Depending on if you want to catch all or some domain names, you have a lot of control in what you do. Also, the second version (commented out) will include the URI making it more seamless to the user.


#1 #2 - The $1 is part of the regex and is the part caught between ()'s.  In the if statement that is the part *after* the 'www.' so the domain.com and in line #1 it's everything between the start '^' and the end '$' on the regex. This is a common form, but the second version #2 is better for that case since it doesn't have Nginx process regex like we do in the if statement.

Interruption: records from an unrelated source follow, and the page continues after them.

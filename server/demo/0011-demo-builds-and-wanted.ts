// The demo member's camera build for the car unit of "The Salt Road", and two open wanted requests
// on the board: one from the member (a receiver plate nobody has shared yet), one from the key grip,
// already answered with a shelf part. Everything here is invented.
import type { SeedFn } from './seed';
import { Build, CameraBody, Part, PartRevision, User, WantedAnswer, WantedRequest } from '../db/models';
import { DEMO_ACCOUNTS } from './0001-demo-crew';

export const DEMO_BUILD_NAME = 'A-camera, car week';

async function demoUser(role: 'member' | 'moderator' | 'admin'): Promise<User> {
  const account = DEMO_ACCOUNTS.find((a) => a.role === role)!;
  const user = await User.findOne({ where: { email: account.email } });
  if (!user) throw new Error(`the demo builds seeder needs the demo ${role} (seeder 0001)`);
  return user;
}

async function body(slug: string): Promise<CameraBody> {
  const found = await CameraBody.findOne({ where: { slug } });
  if (!found) throw new Error(`the demo builds seeder needs the camera body ${slug} (seeder 0002)`);
  return found;
}

export const up: SeedFn = async ({ context: { sequelize } }) => {
  const member = await demoUser('member');
  const keyGrip = await demoUser('moderator');
  const dit = await demoUser('admin');
  if (await Build.findOne({ where: { ownerId: member.id, name: DEMO_BUILD_NAME } })) return;
  const kx8 = await body('korvel-kx8');
  const h6 = await body('halden-h6');
  const clipRevision = await PartRevision.findOne({ where: { title: 'Snap-on cable clip for 15 mm rods', status: 'published' } });
  const clip = clipRevision ? await Part.findByPk(clipRevision.partId) : null;

  await sequelize.transaction(async (transaction) => {
    await Build.create(
      {
        ownerId: member.id,
        name: DEMO_BUILD_NAME,
        bodyId: kx8.id,
        mounts: ['rods-15-60', 'battery-v-style', 'screw-1-4-20', 'accessory-shoe', 'gear-0-8'],
        keySizes: [
          { name: 'lens barrel', valueMm: 80, tolMm: 0.5 },
          { name: 'monitor width', valueMm: 182, tolMm: 1 },
        ],
      },
      { transaction },
    );
    await Build.create(
      { ownerId: member.id, name: 'B-camera, handheld', bodyId: h6.id, mounts: ['screw-1-4-20', 'accessory-shoe'], keySizes: [] },
      { transaction },
    );

    await WantedRequest.create(
      {
        authorId: member.id,
        title: 'Low-profile V-style receiver plate for the KX-8 top handle',
        details:
          'The wireless receiver has to ride flat behind the top handle on the car rig, powered from a small V-style battery. Anything that bolts to two 1/4-20 holes 30 mm apart and stays under 25 mm tall would do.',
        bodyId: kx8.id,
        mounts: ['battery-v-style', 'screw-1-4-20'],
        keySizes: [{ name: 'plate height', valueMm: 25, tolMm: 2 }],
        neededBy: '2026-04-10',
        searchedFor: 'low profile receiver plate',
        closeReason: null,
        closeNote: null,
        closedAt: null,
        closedBy: null,
      },
      { transaction },
    );
    const cables = await WantedRequest.create(
      {
        authorId: keyGrip.id,
        title: 'Cable clip that holds two SDI cables on 15 mm rods',
        details: 'Two 6 mm cables side by side, clipped to a 15 mm rod without tools, for the process trailer.',
        bodyId: null,
        mounts: ['rods-15-60'],
        keySizes: [{ name: 'rod bore', valueMm: 15, tolMm: 0.1 }],
        neededBy: null,
        searchedFor: null,
        closeReason: null,
        closeNote: null,
        closedAt: null,
        closedBy: null,
      },
      { transaction },
    );
    if (clip) {
      await WantedAnswer.create(
        {
          requestId: cables.id,
          partId: clip.id,
          userId: dit.id,
          note: 'Takes one cable as drawn; two fit if you print the 8 mm variant of the slot.',
          notifiedAt: new Date(),
        },
        { transaction },
      );
    }
  });
};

Rewrite All Domains To Proper Domain

One common request is to redirect all traffic so it uses the proper domain name. You can hit or ec2-123-45-67-891.compute-1.amazonaws.com directly but if you just have one site up, most people prefer to correct that to a domain name.

  server {
    listen 80 default;
    server_name _;
    rewrite ^ $scheme://www.bedom.com;

This listens to all requests not caught by other server blocks and redirects them to http(s)://www.bedom.com which also helps with future SSL requests which would depend on the domain name. You also don't usually want to include the URI as other domains may have invalid URI's (ones that wouldn't match on your site).

Drop Obviously Bad Requests (.php/.aspx)

Sometimes the requests can go to the wrong site. For example, an IP address is reused, a site is changed, or there is a typo in a configuration and you're getting requests that are obviously not for you. Normally any request that isn't for a static asset gets passed to your app. You're running a Rails app so I'm 100% sure you won't be using Active Server Pages and most likely won't run PHP or .CGI files. Adding this to your server block will drop the requests before they hit the Rails queue.

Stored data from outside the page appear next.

export const up: SeedFn = async ({ context: { services, sequelize } }) => {
  if (!services) throw new Error('the demo shelf seeder needs the app services');
  const byEmail = async (email: string) => {
    const user = await User.findOne({ where: { email } });
    if (!user) throw new Error(`the demo shelf seeder needs ${email} (seeders 0001 and 0005)`);
    return user;
  };
  const passwordHash = await hashPassword(randomBytes(24).toString('base64url'), 12);
  const people = {} as Record<Who, User>;
  for (const a of DEMO_ACCOUNTS) people[a.role] = await byEmail(a.email);
  people.tobiah = await byEmail(NIGHT_FERRY.tobiah);
  people.sunniva = await byEmail(NIGHT_FERRY.sunniva);
  // two invented members of a third unit, with passwords nobody knows (only the three demo accounts sign in)
  for (const c of EXTRA_CREW) {
    people[c.key] = (
      await User.findOrCreate({
        where: { email: c.email },
        defaults: { email: c.email, displayName: c.displayName, crewRole: c.crewRole, role: 'member', passwordHash, emailVerifiedAt: new Date() },
      })
    )[0];
  }

  const ids = new Map<string, number>();
  for (const demo of SHELF) {
    const existing = await Part.findOne({ where: { slug: slugOf(demo.data.title) } });
    if (existing) {
      ids.set(demo.data.title, existing.id);
      continue;
    }
    const author = people[demo.by];
    const stl = S.solidStl(demo.model(), demo.data.title);
    const name = slugOf(demo.data.title).slice(0, 40);
    const uploads = [];
    const modelPath = join(services.dirs.tmp, randomStoredName('.upload'));
    await writeFile(modelPath, stl);
    uploads.push({ field: 'model' as const, path: modelPath, originalName: `${name}.stl`, size: stl.length });
    if (demo.photo) {
      const photo = await demoPhoto(demo.photo[0], demo.photo[1]);
      const photoPath = join(services.dirs.tmp, randomStoredName('.upload'));
      await writeFile(photoPath, photo);
      uploads.push({ field: 'photo' as const, path: photoPath, originalName: `${name}.jpg`, size: photo.length });
    }
    const files = await inspectUploads(uploads, { drawnInInches: false });
    const submission: PartSubmission = {
      description: '',
      bodies: [],
      mounts: [],
      keyDimensions: [],
      safety: SAFE,
      ...demo.data,
      testedLoadKg: null,
      parentId: demo.adapts ? (ids.get(demo.adapts) ?? null) : null,
      drawnInInches: false,
    };
    const created = await services.parts.create(author, submission, files);
    ids.set(demo.data.title, created.id);
    if (!demo.inReview) {
      const approver = demo.by === 'moderator' ? people.admin : people.moderator;
      await services.review.decide(approver, created.id, 'approve', { note: 'Demo shelf: checked against a printed sample.' });
    }
  }

  for (const entry of EVIDENCE) {
    const id = ids.get(entry.title);
    const part = id ? await Part.findByPk(id) : null;
    if (!part || part.status !== 'published') continue;
    for (const [who, stars, comment] of entry.ratings) await services.evidence.rate(people[who], String(part.id), { stars, comment });
    for (const { by, ...report } of entry.reports) await services.evidence.fileReport(people[by], String(part.id), { conditions: [], ...report }, []);
  }

  await seedNightFerryKit(sequelize, people, ids);
  await seedWanted(sequelize, people, ids);
  await services.parts.photosSettled();
};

  # Drop requests to non-rails requests
  if ($request_filename ~* \.(aspx|php|jsp|cgi)$) {
    return 410;
  # Since location blocks are usually preferred to "if"'s, this is a little better
  location ~ \.(aspx|php|jsp|cgi)$ {
    return 410;

This ensures bad requests don't overload the Rails app. The 410 is a "don't try this again" which should be better than a 404.

Different Types Of Rewrites and Gotchas

Permanent redirects (status 301) can be dangerous. Since the browser remembers this redirect you can have bad experiences if you are not careful.

An example:

  rewrite ^.*$ /coming_soon permanent;

This one was for a site that was going to do a relaunch and wanted all requests to go to a "coming soon" page. The initial issue was that this caught all pages including coming_soon and ended up being an infinite redirect in the browsers cache. That was bad. They then used a location block to catch the coming_soon URL but then when they finally removed the rewrite and relaunched, they discovered many URLs that existed before were still redirecting to the coming_soon page. The use of permanent meant that they had to get customers to clear their caches to view the relaunched site. (Well, actually, it was caught shortly after they deployed it so it was primarily just the developers and testers who encountered this problem).

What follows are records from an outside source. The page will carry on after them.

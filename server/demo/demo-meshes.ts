// Simple closed meshes for the demo parts, written as binary STL (80-byte header, uint32 count,
// 50 bytes per facet). Every shape is a prism of a 2D outline, wound outward, so it is watertight.

type P2 = [number, number];
type Tri = [number, number, number, number, number, number, number, number, number];

function prismBetweenLoops(outer: P2[], inner: P2[] | null, h: number, closed = true): Tri[] {
  const tris: Tri[] = [];
  const n = outer.length;
  const wall = (a: P2, b: P2, outward: boolean) => {
    const [p, q] = outward ? [a, b] : [b, a];
    tris.push([p[0], p[1], 0, q[0], q[1], 0, q[0], q[1], h], [p[0], p[1], 0, q[0], q[1], h, p[0], p[1], h]);
  };
  const segments = closed ? n : n - 1;
  for (let i = 0; i < segments; i++) {
    const j = (i + 1) % n;
    wall(outer[i], outer[j], true);
    if (inner) wall(inner[i], inner[j], false);
    const a = outer[i];
    const b = outer[j];
    if (inner) {
      const c = inner[j];
      const d = inner[i];
      // bottom faces down, top faces up
      tris.push([a[0], a[1], 0, c[0], c[1], 0, b[0], b[1], 0], [a[0], a[1], 0, d[0], d[1], 0, c[0], c[1], 0]);
      tris.push([a[0], a[1], h, b[0], b[1], h, c[0], c[1], h], [a[0], a[1], h, c[0], c[1], h, d[0], d[1], h]);
    }
  }
  if (inner && !closed) {
    // end caps of an open ring (a clip)
    wall(inner[0], outer[0], true);
    wall(outer[n - 1], inner[n - 1], true);
  }
  if (!inner) {
    const [cx, cy] = outer.reduce(([x, y], p) => [x + p[0] / n, y + p[1] / n], [0, 0]);
    for (let i = 0; i < n; i++) {
      const a = outer[i];
      const b = outer[(i + 1) % n];
      tris.push([cx, cy, 0, b[0], b[1], 0, a[0], a[1], 0], [cx, cy, h, a[0], a[1], h, b[0], b[1], h]);
    }
  }
  return tris;
}

function circle(r: number, n: number, from = 0, to = 2 * Math.PI, includeEnd = false): P2[] {
  const count = includeEnd ? n + 1 : n;
  return Array.from({ length: count }, (_, i) => {
    const t = from + ((to - from) * i) / n;
    return [r * Math.cos(t), r * Math.sin(t)] as P2;
  });
}

/** A box x × y × z with one corner at the origin. */
export function box(x: number, y: number, z: number): Tri[] {
  return prismBetweenLoops(
    [
      [0, 0],
      [x, 0],
      [x, y],
      [0, y],
    ],
    null,
    z,
  );
}

/** A ring (rod clamp, gear blank): outer and inner radius, height. */
export function ring(rOuter: number, rInner: number, h: number, segments = 64): Tri[] {
  return prismBetweenLoops(circle(rOuter, segments), circle(rInner, segments), h);
}

/** An open ring, e.g. a snap-on cable clip, from `gapDeg / 2` to `360 - gapDeg / 2`. */
export function clip(rOuter: number, rInner: number, h: number, gapDeg: number, segments = 48): Tri[] {
  const half = (gapDeg / 2) * (Math.PI / 180);
  return prismBetweenLoops(circle(rOuter, segments, half, 2 * Math.PI - half, true), circle(rInner, segments, half, 2 * Math.PI - half, true), h, false);
}

export function toBinaryStl(tris: Tri[], name: string): Buffer {
  const buf = Buffer.alloc(84 + 50 * tris.length);
  buf.write(`Rigshelf demo: ${name}`.slice(0, 80), 0, 'latin1');
  buf.writeUInt32LE(tris.length, 80);
  tris.forEach((t, i) => t.forEach((v, j) => buf.writeFloatLE(v, 84 + 50 * i + 12 + 4 * j)));
  return buf;
}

  rewrite ^(.*)$ https://$host$1 permanent;      #3
  rewrite ^ https://$host$request_uri permanent; #4

This second example was when a company used ssl_requirement in their app and set pages like about and company to force non-SSL. After the Firesheep issue they added this line to force all requests to SSL, which is good, but they forgot to update ssl_requirement so when people went to the about page, they got bounced from http to https and back until the browser gave up.


#3 #4 again both lines do the same thing but the second line is less work for Nginx.